Incisos inconexos y desordenados sobre producción, abastecimiento, precios y salarios

Por: Luis Toledo Sande


Para salvar el proyecto revolucionario cubano y mantener sus importantísimos logros —que elevaron el país a la altura que hizo de él una referencia, un ejemplo defendido por su pueblo y admirado por otros en el mundo— será necesario enfrentar y resolver problemas básicos de funcionamiento social. A varios de ellos se refieren los siguientes incisos, en los cuales el autor ni remotamente intenta rozar la exhaustividad, y mucho menos dictaminar conclusiones.  Cabría sumar otros apuntes, y cada uno daría para un tratado.
1/ El mejor modo de revertir interpretaciones mecanicistas o metafísicas sobre las clases sociales no es precisamente ignorar que estas existen y tienen o generan, según el contexto, su propio dinamismo, ni inventarles nombres máscaras. ¿Será necesario recordar la falsedad del aserto según el cual en el socialismo no hay clases? Y, si así fuera, ¿dónde se ha construido plenamente la sociedad socialista que lo confirme? Aunque los medios de producción que posea los haya obtenido gracias a una revolución orientada hacia el socialismo, como norma el dueño es dueño, aun cuando sea altruista, capaz de tener en cuenta intereses colectivos.
2/ Duele que se entienda como estímulo un puñadito de divisas sumado como premio al salario, y no el recibir bienes tan importantes y costosos como la educación y la atención médica. Si el Estado fuera más eficaz en demostrar que no es ni se siente propietario, sino administrador responsable de los medios de producción a su cargo, y de lo producido por trabajadores y trabajadoras en esa área, estaría en mejores condiciones de mostrar, con efecto educativo, de dónde salen los recursos para brindar beneficios públicos.

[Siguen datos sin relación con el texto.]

def validate_config(config: LogConfig) -> None:
    """Check a ``LogConfig``; raise UserError naming the field and the accepted range on the first problem.

    Returns None.
    """
    if not 0.0 < config.base_rate < 1.0:
        raise UserError(f"{config.name}: base_rate must be in (0, 1) (got {config.base_rate})")
    if not 1 <= config.bits <= 30:
        raise UserError(f"{config.name}: bits must be in 1..30 (got {config.bits})")
    try:
        dt.date.fromisoformat(config.start_day)
    except ValueError:
        raise UserError(f"{config.name}: start_day must be YYYY-MM-DD (got {config.start_day!r})") from None
    names = [f.name for f in config.fields]
    if len(set(names)) != len(names) or config.label in names or TIME_COLUMN in names or TRUTH_COLUMN in names:
        raise UserError(f"{config.name}: field names must be unique and differ from the label, "
                        f"{TIME_COLUMN} and {TRUTH_COLUMN} (got {names})")
    for f in config.fields:
        if not isinstance(f, (Categorical, Multi, Numeric)):
            raise UserError(f"{config.name}: field {f!r} must be a Categorical, Multi or Numeric")
        if not 0.0 <= f.null_rate < 1.0:
            raise UserError(f"field {f.name}: null_rate must be in [0, 1) (got {f.null_rate})")
        if isinstance(f, Categorical):
            if f.by_day not in (None, "weekday"):
                raise UserError(f"field {f.name}: by_day must be None or 'weekday' (got {f.by_day!r})")
            if f.dtype not in _STRING_OR_INT:
                raise UserError(f"field {f.name}: dtype must be one of {_STRING_OR_INT} (got {f.dtype!r})")
            vocab = field_vocab(f)
            if vocab < 1:
                raise UserError(f"field {f.name}: vocab must be >= 1 (got {vocab})")
            if f.probs is not None and (len(f.probs) != vocab or min(f.probs) < 0 or sum(f.probs) <= 0):
                raise UserError(f"field {f.name}: probs must be {vocab} non-negative numbers with a positive sum")
            if f.effect_sd < 0 or f.drift_sd < 0:
                raise UserError(f"field {f.name}: effect_sd and drift_sd must be >= 0")
            if f.by_day is None and f.probs is None and not f.zipf >= 0:
                raise UserError(f"field {f.name}: zipf must be >= 0 (got {f.zipf})")
        elif isinstance(f, Multi):
            if f.vocab < 1 or not f.zipf >= 0 or f.effect_sd < 0:
                raise UserError(f"field {f.name}: vocab must be >= 1, zipf >= 0, effect_sd >= 0")
            if len(f.lengths) < 1 or min(f.lengths) < 0 or sum(f.lengths) <= 0:
                raise UserError(f"field {f.name}: lengths must be non-negative probabilities with a positive sum")
        else:
            if f.dtype not in ("float64", "int32") or f.scale < 0:
                raise UserError(f"field {f.name}: dtype must be 'float64' or 'int32' and scale >= 0")
            edges = f.spec.get("edges")
            if edges is not None and list(edges) != sorted(set(edges)):
                raise UserError(f"field {f.name}: spec edges must be strictly increasing (got {edges})")
            if f.spec.get("transform", "identity") not in ("identity", "log1p"):
                raise UserError(f"field {f.name}: spec transform must be 'identity' or 'log1p'")
    cats = {f.name: f for f in config.fields if isinstance(f, Categorical)}
    for inter in config.interactions:
        a, b = inter.fields
        if a not in cats or b not in cats or a == b:
            raise UserError(f"interaction {inter.fields}: needs two distinct categorical fields of the config")
        cells = field_vocab(cats[a]) * field_vocab(cats[b])
        if cells > MAX_TABLE_CELLS:
            raise UserError(f"interaction {inter.fields}: {cells} value pairs, accepted at most {MAX_TABLE_CELLS}")
        if inter.effect_sd < 0:
            raise UserError(f"interaction {inter.fields}: effect_sd must be >= 0")


def _labels(f, rng: np.random.Generator) -> pa.Array:
    vocab = field_vocab(f)
    if isinstance(f, Categorical) and f.by_day == "weekday":
        return pa.array(WEEKDAYS, type=pa.string())
    dtype = f.dtype if isinstance(f, Categorical) else "string"
    if isinstance(f, Categorical) and f.labels is not None:
        return pa.array(list(f.labels), type=getattr(pa, dtype)())
    if dtype == "string":
        width = len(str(vocab))
        numbers = rng.permutation(vocab) + 1
        return pa.array([f"{f.prefix}{k:0{width}d}" for k in numbers.tolist()], type=pa.string())
    high = 2**31 - 1 if dtype == "int32" else 10**12
    ints = rng.choice(high, size=vocab, replace=False)
    return pa.array(ints, type=getattr(pa, dtype)())


def build_truth(config: LogConfig, seed: int, days: int) -> Truth:
    """Draw the ground-truth model of ``config`` for ``days`` days from ``seed`` and calibrate its bias.

    Field i draws its labels, effects and drift walk from its own stream SeedSequence(seed, (0, i)), so
    the model depends only on (config, seed) and not on the number of rows. The bias solves
    mean(sigmoid(z + bias)) = base_rate on a 65536-row pilot sample of the first day (Brent's method,
    "Algorithms for Minimization without Derivatives", Prentice-Hall, 1973).
    Returns a ``Truth``. Raises UserError for an invalid config, seed or days.
    """
    validate_config(config)
    if seed < 0:
        raise UserError(f"--seed must be an integer >= 0 (got {seed})")
    if days < 1:
        raise UserError(f"--days must be an integer >= 1 (got {days})")
    fields = {}
    for i, f in enumerate(config.fields):
        rng = np.random.default_rng(np.random.SeedSequence(seed, spawn_key=(0, i)))
        if isinstance(f, Numeric):
            fields[f.name] = _FieldTruth(None, None, np.array([f.coef]), None)
            continue
        vocab = field_vocab(f)
        values = _labels(f, rng)
        if isinstance(f, Categorical) and f.probs is not None:
            p = np.asarray(f.probs, dtype=np.float64) / np.sum(f.probs)
        else:
            p = zipf_probs(vocab, f.zipf)
        effects = rng.normal(0.0, f.effect_sd, vocab)
        walk = None
        if isinstance(f, Categorical) and f.drift_sd > 0:
            steps = rng.normal(0.0, f.drift_sd, (days, vocab))
            steps[0] = 0.0
            walk = np.cumsum(steps, axis=0)
        fields[f.name] = _FieldTruth(values, np.cumsum(p), effects, walk)
    tables = {}
    for j, inter in enumerate(config.interactions):
        rng = np.random.default_rng(np.random.SeedSequence(seed, spawn_key=(3, j)))
        a, b = inter.fields
        shape = (fields[a].effects.size, fields[b].effects.size)
        tables[inter.fields] = rng.normal(0.0, inter.effect_sd, shape)
    truth = Truth(config, seed, fields, tables, 0.0)
    pilot = np.random.default_rng(np.random.SeedSequence(seed, spawn_key=(2,)))
    z0 = _draw(truth, 0, PILOT_ROWS, pilot)[1]
    truth.bias = brentq(lambda b: expit(z0 + b).mean() - config.base_rate, -60.0, 60.0, xtol=1e-12)
    return truth
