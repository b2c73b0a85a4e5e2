"""Reader throughput: Parquet -> hashed CSR batches, beside pyarrow's own read of the same file.

Usage: python scripts/bench_reader.py [--rows 1000000] [--data FILE --spec SPEC] [--repeat 3]
Without --data it generates (once) the 20-field benchmark log with scripts/loggen.py under
bench_data/. Prints the best of --repeat runs of each and their ratio (target: reader <= 2.5x).
"""

from __future__ import annotations

import argparse
import subprocess
import sys
import time
from pathlib import Path

import pyarrow.parquet as pq

from trainer.cli import configure_process
from trainer.reader import Reader
from trainer.spec import load_spec

HERE = Path(__file__).resolve().parent


def best_of(repeat: int, fn) -> float:
    times = []
    for _ in range(repeat):
        t = time.perf_counter()
        fn()
        times.append(time.perf_counter() - t)
    return min(times)


def main() -> None:
    ap = argparse.ArgumentParser(description=__doc__.splitlines()[0])
    ap.add_argument("--rows", type=int, default=1_000_000)
    ap.add_argument("--data")
    ap.add_argument("--spec")
    ap.add_argument("--batch-rows", type=int, default=4096)
    ap.add_argument("--repeat", type=int, default=3)
    a = ap.parse_args()
    configure_process()
    if a.data is None:
        data = HERE.parent / "bench_data" / f"bench20-{a.rows}.parquet"
        if not data.exists():
            data.parent.mkdir(exist_ok=True)
            subprocess.run([sys.executable, str(HERE / "loggen.py"), "--config", "bench20", "--rows", str(a.rows),
                            "--out", str(data), "--bits", "20", "--chunk-rows", "131072"], check=True)
        spec_path = data.with_suffix(".spec.json")
    else:
        data, spec_path = Path(a.data), Path(a.spec)
    spec = load_spec(spec_path)
    columns = [c for c in spec.data_columns() if c != spec.time_column]  # what the reader reads without dates
    n_cols = len(columns)

    def plain():
        pq.read_table(data, columns=columns, use_threads=False)

    def plain_threads():
        pq.read_table(data, columns=columns)

    rows = 0

    def ours():
        nonlocal rows
        rows = sum(b.n_rows for b in Reader(spec, data, batch_rows=a.batch_rows).batches())

    ours()  # compile numba kernels (cached on disk) before timing
    t_plain = best_of(a.repeat, plain)
    t_threads = best_of(a.repeat, plain_threads)
    t_ours = best_of(a.repeat, ours)
    print(f"file: {data} ({rows:,} rows, {n_cols} columns read, {len(spec.features)} features, "
          f"{len(spec.crosses)} crosses, 2^{spec.bits} buckets)")
    print(f"pyarrow read_table, 1 thread     {t_plain:8.3f} s  {rows / t_plain / 1e6:6.2f} M rows/s")
    print(f"pyarrow read_table, all threads  {t_threads:8.3f} s  {rows / t_threads / 1e6:6.2f} M rows/s")
    print(f"hashcurve reader -> CSR batches  {t_ours:8.3f} s  {rows / t_ours / 1e6:6.2f} M rows/s")
    print(f"ratio reader / pyarrow (1 thread): {t_ours / t_plain:.2f}x   "
          f"(/ all threads: {t_ours / t_threads:.2f}x; target <= 2.5x)")


if __name__ == "__main__":
    main()
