"""Arrow columns -> tokens -> buckets: one chunk of rows hashed into CSR, and its labels and weights.

Each feature's column becomes a token table (dictionary-aware: each distinct value of a dictionary
or non-string column is hashed once), crosses combine token tables, and the tables' buckets
(``trainer.hashing``) are scattered into the rows' CSR entries. Observers attached with
:meth:`Featurizer.watch` see every hashed token table (``trainer.reader.examples`` records readable
values per bucket that way).
"""

from __future__ import annotations

from dataclasses import dataclass

import numpy as np
import pyarrow as pa
import pyarrow.compute as pc

from trainer.errors import UserError
from trainer.hashing import cross_pairs, cross_tokens, hash_bytes, hash_tokens
from trainer.reader._kernels import scatter_rows
from trainer.reader.buffers import index_array, valid_mask, values_of
from trainer.spec import Feature, Spec

_EMPTY_BYTES = np.zeros(0, dtype=np.uint8)


@dataclass
class TokenTable:
    """A feature's tokens for one chunk.

    Row r owns ``ids[ptr[r]:ptr[r+1]]`` into a token table whose token k is
    ``prefix + buf[off[k]:off[k+1]]`` and hashes to ``buckets[k]``.

    Attributes
    ----------
    ptr : numpy.ndarray
        int64 row offsets into ``ids``.
    ids : numpy.ndarray
        Token id of each entry.
    prefix : numpy.ndarray
        uint8 bytes every token starts with (the column name and a separator).
    buf : numpy.ndarray
        uint8 bytes of the tokens' values.
    off : numpy.ndarray
        int64 offsets of each token's bytes in ``buf``.
    buckets : numpy.ndarray or None
        Bucket of each token, once hashed.
    values : numpy.ndarray or None
        float64 value per entry, or None (all 1.0).
    dictionary : pyarrow.Array or None
        The Arrow dictionary the table came from, if any.
    """

    ptr: np.ndarray
    ids: np.ndarray
    prefix: np.ndarray
    buf: np.ndarray
    off: np.ndarray
    buckets: np.ndarray | None = None
    values: np.ndarray | None = None
    dictionary: pa.Array | None = None


def _string_table(arr: pa.Array) -> tuple[np.ndarray, np.ndarray]:
    """(bytes, int64 offsets) of a plain string array, without copying the bytes."""
    bufs = arr.buffers()
    odt = np.int64 if pa.types.is_large_string(arr.type) else np.int32
    off = np.frombuffer(bufs[1], dtype=odt)[arr.offset: arr.offset + len(arr) + 1].astype(np.int64)
    data = np.frombuffer(bufs[2], dtype=np.uint8) if bufs[2] is not None else _EMPTY_BYTES
    return data, off


def _canonical_strings(arr: pa.Array, where: str) -> pa.Array:
    """Values as canonical strings (the hashing contract): strings as they are, integers in decimal,
    booleans true/false, dates YYYY-MM-DD. Other types raise UserError."""
    t = arr.type
    if pa.types.is_string(t) or pa.types.is_large_string(t):
        return arr
    if pa.types.is_integer(t) or pa.types.is_boolean(t) or pa.types.is_date32(t):
        return pc.cast(arr, pa.string())
    if pa.types.is_date64(t):
        return pc.cast(pc.cast(arr, pa.date32()), pa.string())
    raise UserError(f"{where} is {t}; categorical and multi columns take strings, integers, booleans "
                    "or dates (cast floats or timestamps before hashing)")


def _token_source(values: pa.Array, where: str):
    """(buf, off, codes, dictionary): a token table of canonical strings, and per-element codes into it
    when the column is dictionary-encoded or not made of strings (each distinct value hashed once),
    else None (one token per element); ``dictionary`` is the column's own Arrow dictionary or None."""
    t = values.type
    if pa.types.is_string(t) or pa.types.is_large_string(t):
        buf, off = _string_table(values)
        return buf, off, None, None
    encoded = values if pa.types.is_dictionary(t) else pc.dictionary_encode(values)
    if encoded is values:
        codes = pc.min_max(values.indices).as_py()
        if codes["min"] is not None and (codes["min"] < 0 or codes["max"] >= len(values.dictionary)):
            raise UserError(f"{where} holds dictionary codes outside its dictionary; the file is damaged")
    buf, off = _string_table(_canonical_strings(encoded.dictionary, where))
    codes = values_of(encoded.indices).astype(np.int64)  # under a null: any code; callers skip nulls
    return buf, off, codes, encoded.dictionary if encoded is values else None


def _categorical_tokens(arr: pa.Array, prefix: np.ndarray, where: str) -> TokenTable:
    buf, off, codes, dictionary = _token_source(arr, where)
    n = len(arr)
    if arr.null_count == 0:  # a token in every row
        return TokenTable(np.arange(n + 1), np.arange(n) if codes is None else codes, prefix, buf, off,
                          dictionary=dictionary)
    valid = valid_mask(arr)
    rows = np.flatnonzero(valid)
    ids = rows if codes is None else codes[rows]
    ptr = np.zeros(n + 1, dtype=np.int64)
    np.cumsum(valid, out=ptr[1:])
    return TokenTable(ptr, ids.astype(np.int64, copy=False), prefix, buf, off, dictionary=dictionary)


def _multi_tokens(arr: pa.Array, prefix: np.ndarray, where: str) -> TokenTable:
    if not (pa.types.is_list(arr.type) or pa.types.is_large_list(arr.type)):
        raise UserError(f"{where} is {arr.type}; multi features take list columns")
    loff = values_of(arr.offsets).astype(np.int64)
    lengths = np.diff(loff)
    row_valid = valid_mask(arr)
    lengths = np.where(row_valid, lengths, 0) if arr.null_count else lengths
    child = arr.values
    lo, hi = int(loff[0]), int(loff[-1])
    elem_valid = valid_mask(child)[lo:hi]
    if arr.null_count:
        in_valid_row = np.repeat(row_valid, np.diff(loff))
        elem_valid = elem_valid & in_valid_row
    buf, off, codes, dictionary = _token_source(child, where)
    elems = lo + np.flatnonzero(elem_valid)
    ids = elems if codes is None else codes[elems]
    cv = np.zeros(hi - lo + 1, dtype=np.int64)
    np.cumsum(elem_valid, out=cv[1:])
    ptr = cv[loff - lo]
    return TokenTable(ptr, ids.astype(np.int64, copy=False), prefix, buf, off, dictionary=dictionary)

3/ Es indeseable que la población no se sienta propietaria de los bienes de naturaleza social, pues de cómo se sienta ella en ese terreno dependerá en gran medida su respuesta a los requerimientos de la propiedad socializada. Si la respuesta es deficiente, empobrecerá la productividad y favorecerá que se idealicen las ventajas de la propiedad privada.
4/ La mayor o menor conciencia de lo criminal que puede llegar a ser la mala actitud en el cuidado y en la puesta en funcionamiento de la propiedad social —señaladamente en el trabajo—, remite a la actitud de los productores ante el hecho de producir y propiciar que lo producido no beneficie solamente a sus bolsillos y sus cuentas bancarias, sino a la población, de acuerdo con un modelo social y económico que también a ellos —los productores— y a sus familiares les proporciona servicios fundamentales como la educación y la atención médica.
5/ Ni la sociedad sin mercado es lo que procede contraponer a la sociedad mercantilista, ni se ha de confundir el consumismo con la necesidad de consumir razonablemente.
6/ El exceso nocivo de control sobre la producción y los precios por parte de la administración estatal no se corrige con la renuncia del Estado a cumplir en esos frentes su deber de velar por el mejor funcionamiento de la sociedad. Aunque, por muy alto que sea su cargo, la política no la trace un individuo aislado —Cuba no es una excepción—, es inquietante oír a un alto funcionario o dirigente del frente económico, o del que fuere, decir ciertas cosas. Entre ellas, como si así no se abriera las puertas a más corrupción y esta no fuera ya mucho más que un peligro potencial para el país, que el Estado no debe controlar qué se vende o qué no se vende en el mercado cuentapropista, calificativo que se aplica a pequeños empresarios y a sus empleados, sin que ni siquiera se hayan hecho entre unos y otros los debidos deslindes, como las diferenciaciones de índole sindical que sería justo reconocer y respetar.
7/ Recién abierto el camino para la recuperación a gran escala del trabajo por cuenta propia —que había estado interrumpido o varado a fondo desde 1968—, un editor abrazado a la nueva línea esgrimió el “argumento” de que no debía parecer que dicho sector era objeto de repudio oficial, y censuró a una periodista que quiso fundadamente criticar la mala higiene de una cafetería privada, aunque ese es un mal que debe combatirse dondequiera que aparezca, sea o no sea privado el establecimiento en cuestión. De similar modo parece haber habido quien llegó a pensar que la prensa no debía insistir en el rechazo a los precios excesivos, porque podía tomarse como un freno para las leyes de la oferta y la demanda, en la cual, al parecer, alguien supuso que estaría la solución para actualizar la economía cubana y hacerla eficiente.
8/ No fue necesariamente un acierto que a los debates sobre los lineamientos económicos de la nación se les diera justa jerarquía de congreso, mientras se relegaban las ciencias sociales a la subalternidad de una conferencia derivada de aquel. Finalmente ellas estuvieron presentes de modo explícito no solo en la conferencia que se les había reservado, sino también en el programa del congreso, porque parte de la población y militantes de base lo reclamaron con fuerza. Añádase que la economía es una de las ciencias sociales, aunque haya quienes la supongan una ciencia exacta, como al margen de aquellas, lo cual viene en apoyo del profesor universitario de literatura que sostuvo que la economía de la nación es un asunto demasiado importante para dejarla solamente en manos de economistas, por muy sabios que estos fueran.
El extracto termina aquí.